Each customer is represented by one row, where the data about the customer’s id is in the first column. The following twelve columns contain values of the customer’s bills for the period January 2016 – December 2016. The last column is named ‘type’ and contains the data about which product out of five possible products the customer has. We can check that CEnetBig has 1 million rows and 14 columns by typing R script:

dim(CEnetBig$val)  We will perform a very simple task using map-reduce. We will count how many customers have a particular product. Actually, we can do it directly without map reduce by a simple call of R script table: T = table(CEnetBig$val[,"type"]);T


However, to perform this task using map-reduce we need to apply the script table on every data block that is passed to the map function. The map function, therefore, counts the customers in given data block that have a particular product and returns these frequencies as a key-value pair, where the key is always 1 and the value is the list with the only element being the table of frequencies:

mapperTable = function (., X) {
T=table(X[,"type"])
keyval(1,list(T))
}


The reducer simply groups all the returned key-value pairs and performs a matrix sum over all the values, i.e., over all the frequency tables:

reducerTable = function(k, A) {
keyval(k,list(Reduce('+', A)))
}


The final map-reduce code for computing the distribution of customers in terms of the type of product is simple:

BigTable<-from.dfs(
mapreduce(
input = "/CEnetBig",
map = mapperTable,
reduce = reducerTable
)
)


The resulting BigTable is a key value pair with only one key, which is 1, and with the value, which is the desired frequency distribution of products among all customers in our database:

BigTable\$val
[[1]]

1      2      3      4      5
199857 250569  99595 299849 150130


## Alternative code

The code in the following example essentially does the same as the code before, i.e., with keys 1:5 returns the total number of data items with the corresponding type=key in /CEnetBig.

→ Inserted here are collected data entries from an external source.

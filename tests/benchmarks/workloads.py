"""The project's own workloads, from a small generator with fixed seeds, so that every program sees the same."""

from __future__ import annotations

Word = tuple[int, ...]
_MODULUS = (1 << 61) - 1


class Generator:
    """A multiplicative congruential generator modulo the Mersenne prime 2^61 - 1."""

    def __init__(self, seed: int) -> None:
        self._state = seed % (_MODULUS - 1) + 1

    def below(self, n: int) -> int:
        """A number 0 … n-1."""
        self._state = self._state * 37_000_003_147 % _MODULUS
        return (self._state >> 12) % n


def composition(rng: Generator, total: int, parts: int) -> Word:
    """A way to write `total` as a sum of `parts` positive numbers, in order."""
    cuts: set[int] = set()
    while len(cuts) < parts - 1:
        cuts.add(1 + rng.below(total - 1))
    marks = [0, *sorted(cuts), total]
    return tuple([high - low for low, high in zip(marks, marks[1:])])


def pairs(top: int = 160) -> list[Word]:
    """All Sq^a Sq^b with a + b <= top."""
    return [(a, b) for a in range(1, top) for b in range(1, top - a + 1)]


def words(count: int = 1500, top: int = 140, seed: int = 5) -> list[Word]:
    """Words of three to six squares of degree at most `top`."""
    rng = Generator(seed)
    found = []
    for _ in range(count):
        letters = 3 + rng.below(4)
        found.append(composition(rng, 4 * letters + rng.below(top - 4 * letters + 1), letters))
    return found


def falling(letters: int, degree: int, count: int = 20, seed: int = 8) -> list[Word]:
    """Words of squares with falling exponents: the direction in which the normal form is long."""
    rng = Generator(seed + 100 * letters + degree)
    return [tuple(sorted(composition(rng, degree, letters), reverse=True)) for _ in range(count)]


def odd_words(count: int = 60, top: int = 140, seed: int = 9) -> list[Word]:
    """Words at p = 3 (0 is the Bockstein) with falling powers, dense enough to take time."""
    rng = Generator(seed)
    found = []
    for _ in range(count):
        word: list[int] = []
        for power in sorted(composition(rng, 60 + rng.below(top - 60), 3 + rng.below(3)), reverse=True):
            word.append(power)
            if rng.below(3) == 0:
                word.append(0)
        found.append(tuple(word))
    return found


GENERATORS: tuple[Word, ...] = ((), (1,), (2,), (2, 1), (4, 2))
"""Generators of H^*(K(Z/2, 3)) as words on the fundamental class."""


def monomials(count: int = 30, low: int = 6, seed: int = 10) -> list[tuple[int, Word]]:
    """Pairs (k, exponents of the five generators): Sq^k of the monomial."""
    rng = Generator(seed)
    return [(low + rng.below(14), tuple([1 + rng.below(5) for _ in GENERATORS])) for _ in range(count)]


def script(lines: int, seed: int = 11) -> str:
    """A script of relations between sums of products, declarations first.  Most relations are false."""
    rng = Generator(seed)
    names = ("a", "b", "s", "t")
    found = [f"let {name} in H^{degree}\n" for degree, name in enumerate(names, 2)]

    def factor() -> str:
        operations = "".join(f"Sq^{1 + rng.below(12)} " for _ in range(rng.below(4)))
        base = f"iota_{2 + rng.below(5)}" if rng.below(2) else names[rng.below(4)]
        return operations + base + (f"^{2 + rng.below(4)}" if rng.below(4) == 0 else "")

    def side() -> str:
        return " + ".join(" * ".join(factor() for _ in range(1 + rng.below(2))) for _ in range(1 + rng.below(3)))

    found += [f"{side()} = {side()}\n" for _ in range(lines)]
    return "".join(found)
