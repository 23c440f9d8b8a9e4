"""Benchmarks: ratios in one run, each side a fresh process, medians of five: `python -m tests.benchmarks`."""
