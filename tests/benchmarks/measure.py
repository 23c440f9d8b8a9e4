"""One measurement in its own process: `python -m tests.benchmarks.measure PROGRAM WORKLOAD [NUMBERS]`, one JSON line.

PROGRAM is `opslang`, through the function that `opslang run` calls, or `short`, the baseline.
"""

from __future__ import annotations

import json
import resource
import sys
import time
from collections.abc import Callable
from typing import Any

from tests.benchmarks import short, workloads

NO_LIMIT = 10**15


def _engine(prime: int, top: int) -> Any:
    from opslang.tables.engine import Engine
    from opslang.tables.evaluation import Evaluation

    engine = Engine(prime, NO_LIMIT)
    return Evaluation(engine, engine.ring(top))


def _words(program: str, words: list[workloads.Word], prime: int) -> Callable[[], int]:
    if program == "short":
        normal = short.squares if prime == 2 else short.powers
        return lambda: sum([len(normal(word)) for word in words])
    walk = _engine(prime, 900)
    return lambda: sum([len(walk.word(word)) for word in words])


def _cartan(program: str, low: int) -> Callable[[], int]:
    from opslang.ir.tree import Class

    ring = _engine(2, 900).ring
    places = []
    for word in workloads.GENERATORS:
        element = ring.generator(Class("iota", 3, 0, 3))
        for token in reversed(word):
            element = ring.letter(token, element)
        places.append(min(element))
    jobs = [(k, sum(e * x for e, x in zip(powers, places))) for k, powers in workloads.monomials(low=low)]
    return lambda: sum([len(ring.letter(k, {monomial})) for k, monomial in jobs])


def _series(to: int) -> Callable[[], int]:
    import opslang

    spaces = [f"K({group}, {n})" for n in range(1, 9) for group in ("Z/2", "Z")]
    return lambda: sum([opslang.series(space, to)[-1] % 2 for space in spaces])


def _script(lines: int) -> Callable[[], int]:
    from opslang.ground.source import Source
    from opslang.pipeline import Session
    from opslang.render.show import show
    from opslang.syntax.layout import chunks

    text = workloads.script(lines).splitlines(keepends=True)

    def work() -> int:
        session = Session()
        sources: list[Source] = list(chunks(text, "script"))
        return sum([len(show(session.run(source))) for source in sources])

    return work


def job(program: str, workload: str, numbers: list[int]) -> Callable[[], int]:
    """What is to be timed."""
    match workload:
        case "pairs":
            return _words(program, workloads.pairs(*numbers), 2)
        case "words":
            return _words(program, workloads.words(*numbers), 2)
        case "falling":
            return _words(program, workloads.falling(*numbers), 2)
        case "odd":
            return _words(program, workloads.odd_words(*numbers), 3)
        case "cartan":
            return _cartan(program, *numbers)
        case "series":
            return _series(*numbers)
        case "script":
            return _script(*numbers)
    raise SystemExit(f"no workload is called {workload}")


def main(argv: list[str]) -> None:
    """Measure and print."""
    work = job(argv[0], argv[1], [int(word) for word in argv[2:]])
    start = time.process_time()
    answer = work()
    seconds = time.process_time() - start
    peak = resource.getrusage(resource.RUSAGE_SELF).ru_maxrss
    print(json.dumps({"seconds": seconds, "answer": answer, "peak_kb": peak}))


if __name__ == "__main__":
    main(sys.argv[1:])
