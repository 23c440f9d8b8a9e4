"""The table of DEVELOPERS.md: `python -m tests.benchmarks` (some minutes), with `--quick` in one."""

from __future__ import annotations

import datetime
import json
import subprocess
import sys
from math import log
from statistics import median
from typing import Any

from tests.benchmarks import workloads

QUICK = "--quick" in sys.argv
ROUNDS = 3 if QUICK else 5


def measure(*words: object) -> dict[str, Any]:
    """One fresh process."""
    command = [sys.executable, "-m", "tests.benchmarks.measure", *map(str, words)]
    return json.loads(subprocess.run(command, capture_output=True, text=True, check=True).stdout)


def medians(*words: object) -> tuple[float, int, int]:
    """Median seconds, the answer, and the median peak in KB of fresh processes."""
    found = [measure(*words) for _ in range(ROUNDS)]
    return median(m["seconds"] for m in found), found[0]["answer"], int(median(m["peak_kb"] for m in found))


def whole(command: list[str], text: str | None = None) -> tuple[float, int]:
    """Median CPU seconds and peak KB of a whole process."""
    probe = (
        "import resource,subprocess,sys;"
        "subprocess.run(sys.argv[1:],stdout=subprocess.DEVNULL,stderr=subprocess.DEVNULL);"
        "u=resource.getrusage(resource.RUSAGE_CHILDREN);print(u.ru_utime+u.ru_stime,u.ru_maxrss)"
    )
    found = []
    for _ in range(ROUNDS):
        done = subprocess.run(
            [sys.executable, "-c", probe, *command], input=text, capture_output=True, text=True, check=True
        )
        seconds, peak = done.stdout.split()
        found.append((float(seconds), int(peak)))
    return median(s for s, _ in found), int(median(p for _, p in found))


def against_short() -> None:
    """Normal forms against the short program."""
    print("| work | opslang, s | short program, s | ratio | peak, MB |\n|---|---|---|---|---|")
    rows: list[tuple[str, tuple[object, ...]]] = [
        ("p = 2: all pairs a + b <= 160", ("pairs",)),
        ("p = 2: 1,500 words of 3 to 6 letters", ("words",)),
        ("p = 2: 20 falling words, 5 letters, degree 200", ("falling", 5, 200)),
        ("p = 3: 60 denser words", ("odd",)),
    ]
    if not QUICK:
        rows.append(("p = 2: 20 falling words, 6 letters, degree 160", ("falling", 6, 160)))
    for title, words in rows:
        ours, answer, peak = medians("opslang", *words)
        theirs, other, _ = medians("short", *words)
        if answer != other:
            raise SystemExit(f"{title}: the two programs disagree")
        print(f"| {title} | {ours:.3f} | {theirs:.3f} | {theirs / ours:.0f} times faster | {peak / 1024:.0f} |")


def against_pass() -> None:
    """Whole commands against an interpreter that does nothing."""
    nothing, empty = whole([sys.executable, "-c", "pass"])
    print(f"\n`python -c pass`: {nothing * 1000:.0f} ms, {empty / 1024:.0f} MB\n")
    print("| command | times `pass` | peak / empty |\n|---|---|---|")
    run = [sys.executable, "-m", "opslang"]
    for title, command in (
        ("`opslang eval 'Sq^2 Sq^2 iota_3'`", [*run, "eval", "Sq^2 Sq^2 iota_3"]),
        ("`opslang --help`", [*run, "--help"]),
    ):
        seconds, peak = whole(command)
        print(f"| {title} | {seconds / nothing:.1f} | {peak / empty:.1f} |")
    seconds, _, peak = medians("opslang", "series", 400)
    print(f"| sixteen series to degree 400 | {seconds / nothing:.1f} | {peak / empty:.1f} |")
    seconds, _, peak = medians("opslang", "falling", 6, 400)
    print(f"| 20 falling words, 6 letters, degree 400 | {seconds / nothing:.1f} | {peak / empty:.1f} |")


def growth() -> None:
    """How costs grow over three doublings: the fitted exponent of the last two."""
    print("\n| work | 1 | 2 | 4 | 8 | exponent |\n|---|---|---|---|---|---|")
    for title, words in (
        ("falling words of 4 letters, degree 100 …", lambda k: ("falling", 4, 100 * k)),
        ("series to degree 200 …", lambda k: ("series", 200 * k)),
        ("a script of 500 lines …", lambda k: ("script", 500 * k)),
        ("Cartan, 30 monomials, k from 6 …", lambda k: ("cartan", 6 * k)),
    ):
        seconds = [medians("opslang", *words(k))[0] for k in (1, 2, 4, 8)]
        exponent = log(seconds[3] / seconds[1]) / log(4)
        print(f"| {title} | " + " | ".join(f"{s:.3f}" for s in seconds) + f" | {exponent:.1f} |", flush=True)


if __name__ == "__main__":
    print(f"{datetime.date.today()}, CPython {sys.version.split()[0]}, medians of {ROUNDS} fresh processes")
    print(f"{len(workloads.pairs())} pairs, {len(workloads.words())} words\n", flush=True)
    against_short()
    against_pass()
    growth()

mapperTable = function (., X) {
T=as.list(table(X[,"type"]))
key=as.numeric(names(T))
keyval(key,T)
}

reducerTable = function(k, A) {
S=Reduce('+', A)
keyval(k,list(S))
}

BigTable1<-from.dfs(
mapreduce(
input = "/CEnetBig",
map = mapperTable,
reduce = reducerTable
)
)


This example should clarify that the function Reduce actually applies the operator (i.e., '+') to the set of all pairs (key, val) having the same key and gives the pair (key, result of reduce). The function keyval subsequently returns pairs of key and value. The final result is again a key-value pair where:

• key contains all keys returned by reducer and
• value contains the corresponding value returned by reducer.